Miss. Court Says Lawmakers Should Decide on Funding of Tobacco Program May 31, 2006
News Summary
A Mississippi judge has ruled that the state legislature, not the courts, must decide whether a successful stop-smoking campaign should be funded with proceeds from the nationwide tobacco settlement.
The Associated Press reported May 30 that Jackson County Chancery Judge Jaye Bradley reversed her previous decision ordering the state to continue to pay the Partnership for a Healthy Mississippi $20 million from the fund created by the 1998 deal between the state and the tobacco industry. Miss. Gov. Haley Barbour, a former tobacco industry lobbyist, has been campaigning to strip funding from the group, which works to prevent youth smoking.

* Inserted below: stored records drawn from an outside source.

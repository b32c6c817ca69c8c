#!/usr/bin/env python3
"""Track a fleet of plates on a Dask cluster: one task per logger file, one fleet table.

    python examples/fleet/fleet.py FLEET_DIR --out fleet-out [--limit 100] \
        [--scheduler tcp://host:8786] [--workers 2]

FLEET_DIR (a local folder, or an fsspec URL such as ``s3://bucket/prefix`` when the matching
fsspec backend, e.g. s3fs, is installed) holds one folder per plate: its case files
(``plate.toml``, ``sensors.csv``) and one or more logger files (``*.csv`` other than
sensors.csv / readings.csv, or ``*.parquet``). Every logger file is one task, run with
``edgetherm.track`` on a Dask cluster (a ``LocalCluster`` of worker processes by default,
``--scheduler`` for a running cluster). Tasks share nothing: each reads its own files and
returns one row. A task that fails (a bad file) returns its error as its row; the others
finish.

Writes into ``--out``: ``fleet.parquet`` and ``fleet.csv`` (one row per plate, worst first)
and ``fleet.html`` (an overview page sorted by risk).

Without Dask, the same task function runs one task per process of a job array
(``--list-tasks`` for the array's size, ``--task N`` per element, ``--collect`` at the end);
see docs/fleet.md for Slurm, Kubernetes and Spark. Risk follows the hotter explanation:
plates whose log could not be read come first (their risk is unknown), then plates with
alarm episodes, then by the upper end of the hottest point's interval.

These are estimates, not measurements: decisions about live, hot or pressurised equipment
follow local codes and licensed practice. See docs/fleet.md.
"""

from __future__ import annotations

import argparse
import html
import os
import sys
import tempfile
import time
from pathlib import Path
from typing import Any, Dict, List, Optional

CAUTION = (
    "These are estimates, not measurements: each hidden edge was inferred from interior "
    "sensors through a model. Decisions about live, hot or pressurised equipment follow "
    "local codes and licensed practice."
)

CASE_FILES = ("plate.toml", "sensors.csv")
NOT_LOGS = {"sensors.csv", "readings.csv", "plate.toml"}

# the fleet table's columns, in order
COLUMNS = [
    "plate", "logs", "status", "risk", "unit", "hottest_temperature", "hottest_lower",
    "hottest_upper", "hottest_time", "hottest_edge", "hottest_position", "alarm_episodes",
    "alarm_rows", "max_probability", "first_alarm", "failing_sensors", "rows", "error",
    "seconds", "peak_rss_mb",
]


def find_tasks(root: str) -> List[Dict[str, str]]:
    """One task per logger file: (plate, case folder, log) under ``root``."""
    import fsspec

    fs, base = fsspec.core.url_to_fs(root)
    protocol = fs.protocol if isinstance(fs.protocol, str) else fs.protocol[0]
    local = protocol in ("file", "local")

    def url(p: str) -> str:
        return p if local else f"{protocol}://{p}"

    tasks = []
    for entry in sorted(fs.ls(base, detail=True), key=lambda e: e["name"]):
        if entry["type"] != "directory":
            continue
        plate_dir = entry["name"].rstrip("/")
        plate = plate_dir.rsplit("/", 1)[-1]
        names = sorted(e.rsplit("/", 1)[-1] for e in fs.ls(plate_dir, detail=False))
        logs = [n for n in names
                if n not in NOT_LOGS and (n.endswith(".csv") or n.endswith(".parquet"))]
        if not logs:
            tasks.append({"plate": plate, "case": url(plate_dir), "log": ""})
        for n in logs:
            tasks.append({"plate": plate, "case": url(plate_dir), "log": url(f"{plate_dir}/{n}")})
    return tasks


def _peak_rss_mb() -> Optional[float]:
    try:
        import resource

        kb = resource.getrusage(resource.RUSAGE_SELF).ru_maxrss
        return round(kb / 1024.0, 1)
    except Exception:  # pragma: no cover - not on every platform
        return None


def _local_copy(case_url: str, log_url: str, tmp: str):
    """Case folder and log as local paths (remote ones are copied into ``tmp``)."""
    import fsspec

    fs, case_path = fsspec.core.url_to_fs(case_url)
    protocol = fs.protocol if isinstance(fs.protocol, str) else fs.protocol[0]
    if protocol in ("file", "local"):
        return case_path, fsspec.core.url_to_fs(log_url)[1]
    for name in CASE_FILES:
        fs.get(f"{case_path}/{name}", os.path.join(tmp, name))
    log_local = os.path.join(tmp, "log-" + log_url.rsplit("/", 1)[-1])
    fs.get(fsspec.core.url_to_fs(log_url)[1], log_local)
    return tmp, log_local


def track_one(task: Dict[str, str], options: Dict[str, Any]) -> Dict[str, Any]:
    """The unit of work: track one logger file and return one fleet-table row. Pure: no
    shared state; an error is returned as the row's ``error`` (never raised), so the other
    tasks finish."""
    import edgetherm

    t0 = time.perf_counter()
    row: Dict[str, Any] = {c: None for c in COLUMNS}
    row.update(plate=task["plate"], logs=task["log"].rsplit("/", 1)[-1])
    try:
        if not task["log"]:
            raise FileNotFoundError(f"{task['case']}: no logger file (*.csv or *.parquet)")
        with tempfile.TemporaryDirectory(prefix="edgetherm-fleet-") as tmp:
            case_dir, log = _local_copy(task["case"], task["log"], tmp)
            result = edgetherm.track(edgetherm.Case.from_dir(case_dir), log, rows=False, **options)
        row.update(summary_row(result.summary))
        row["status"] = "alarm" if result.summary["alarm"] and result.summary["alarm"]["episode_count"] else "ok"
    except edgetherm.InputError as e:
        row.update(status="error", error=str(e))
    except Exception as e:  # a task never takes the fleet down
        row.update(status="error", error=f"{type(e).__name__}: {e}")
    row["seconds"] = round(time.perf_counter() - t0, 3)
    row["peak_rss_mb"] = _peak_rss_mb()
    return row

Bradley said that while "Mississippi arguably has the most successful tobacco-cessation program in the nation," the political consensus about funding the group that existed when she issued her December 2000 ruling no longer exists. Her decision to put the question back into the hands of lawmakers was a victory for Barbour and left former Attorney General Mike Moore, a Partnership founder and supporter, "perplexed."
"The court has ruled that the governor's opposition has somehow extinguished the court's authority to enter its order, and we don't believe that's the law," Moore said. "We agree with the court that she had authority to enter the order when she entered it. We disagree that she loses her authority because the governor objects."
The Partnership's board will meet soon to decide whether to appeal the decision, Moore said.
Barbour praised the ruling, saying, "The only way for the state to spend state funding is for the Legislature to appropriate it through the legislative process."
Ironically, state lawmakers voted earlier this year to put the funding through the legislative process, but Barbour vetoed that measure.
Meanwhile, the judge's ruling has stripped funding from the Partnership as it enters a new budget year. "Unless funding for the program is restored, Mississippi's kids will pay the price and Gov. Barbour should bear the responsibility," said Matthew Myers, president of the Campaign for Tobacco-Free Kids.